JJ quitte l’établissement scolaire des yeux et se tourne vers Spencer, les yeux rieurs et taquins. Le docteur Reid est plus pâle qu’à son accoutumé. Rien que cela suffit à faire disparaître le sourire de JJ, rien que cela, et son attitude fragile et étrangement enfantine. Spencer se rapproche de Jennifer et lui attrape la main comme un gamin cherchant l’assentiment d’un adulte.
-Tu m’as très bien compris JJ.  N’est-ce pas ?!
Ses yeux sont à la limite d’une inondation magistrale. Un effort surhumain permet de limiter le débordement. Alors que ses mots ne sont que murmures, Reid quitte son amie du regard tout en maintenant la pression sur sa main.
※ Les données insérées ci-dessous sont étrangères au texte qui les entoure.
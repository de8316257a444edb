//! Two-parameter outcome maps.
//!
//! Each cell of the grid gets an [`OutcomeClass`] and the [`Rule`] that
//! decided it. Theory decides where it can, from the feasible equilibria
//! (non-negative densities), their eigenvalues and what the model
//! guarantees ([`crate::model::Guarantees`]); the rules, tried in order:
//!
//! 0. The model refuses the parameters → `unresolved` ([`Rule::Refused`]).
//! 1. A feasible equilibrium is non-hyperbolic (an eigenvalue with zero
//!    real part) → linear analysis cannot decide: simulate.
//! 2. [`Rule::AlternativeStableStates`]: two or more locally stable
//!    feasible equilibria with different survivors → `founder_control`
//!    (each attracts the starts near it, so the outcome depends on the
//!    initial densities; holds for any model).
//! 3. [`Rule::OneSpeciesFlow`] (one species, complete closed forms): the
//!    flow on the line is monotone between equilibria, so from positive
//!    starts the reachable ends are the stable equilibria, zero when the
//!    growth at zero is negative (zero absorbs), and unbounded growth when
//!    the growth above the largest equilibrium is positive; one kind of end
//!    gives its class, several give `founder_control`.
//! 4. Two species, the model bounded (dissipative, axes invariant), and
//!    exactly one stable feasible equilibrium E:
//!    - [`Rule::NoCycles`]: the model has no periodic orbits (Dulac), so
//!      by Poincaré–Bendixson orbits end at equilibria, and all but E are
//!      saddles or sources (hyperbolic) → E's class;
//!    - [`Rule::NoInteriorEquilibrium`]: no feasible equilibrium with both
//!      species present, so no periodic orbit with both present (one would
//!      have to enclose an equilibrium, by index theory) → E's class;
//!    - [`Rule::GlobalInteriorStability`]: E has both species and the model
//!      guarantees a stable interior equilibrium is global → `coexistence`.
//! 5. [`Rule::PoincareBendixson`]: two species, bounded, no stable feasible
//!    equilibrium, exactly one feasible interior equilibrium and it is a
//!    source (both eigenvalues with positive real part), the origin (if an
//!    equilibrium) not stable and every one-species equilibrium invadable
//!    by the absent species (its eigenvalue across the axis positive):
//!    then the boundary repels (Butler, Freedman & Waltman 1986, Proc. AMS
//!    96:425, uniform persistence), and by Poincaré–Bendixson every orbit
//!    with both present tends to a periodic orbit → `limit_cycle`.
//! 6. Otherwise [`Rule::Simulation`]: long runs (as `tussock analyze`)
//!    from the scenario's initial densities and, for two species, from
//!    each species with a head start ((S1, S2/100) and (S1/100, S2), S the
//!    equilibrium search scale; a common-practice heuristic for finding
//!    both outcomes of founder control): equal classes give that class,
//!    different ones `founder_control`, a failed run `unresolved`.
//!
//! Survivors of an equilibrium or a long run give the class: none →
//! `extinct`, one → `only_species_1` / `only_species_2`, both →
//! `coexistence`; a long run that keeps cycling → `limit_cycle`, one that
//! grows without bound → `unbounded`. For one-species models
//! `only_species_1` means the population persists.

use serde::{Deserialize, Serialize};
-Quoiqu’il arrive, cette fois-ci, on ne se quitte pas.
Jennifer sent une boule se nouer dans son creux épigastrique. Une boule monstrueuse nommée culpabilité. Soudainement l’attente de la vague devient oppressante. Si elle l’ignorait encore, maintenant c’est un fait : la peur est contagieuse, surtout quand celle-ci est irraisonnée.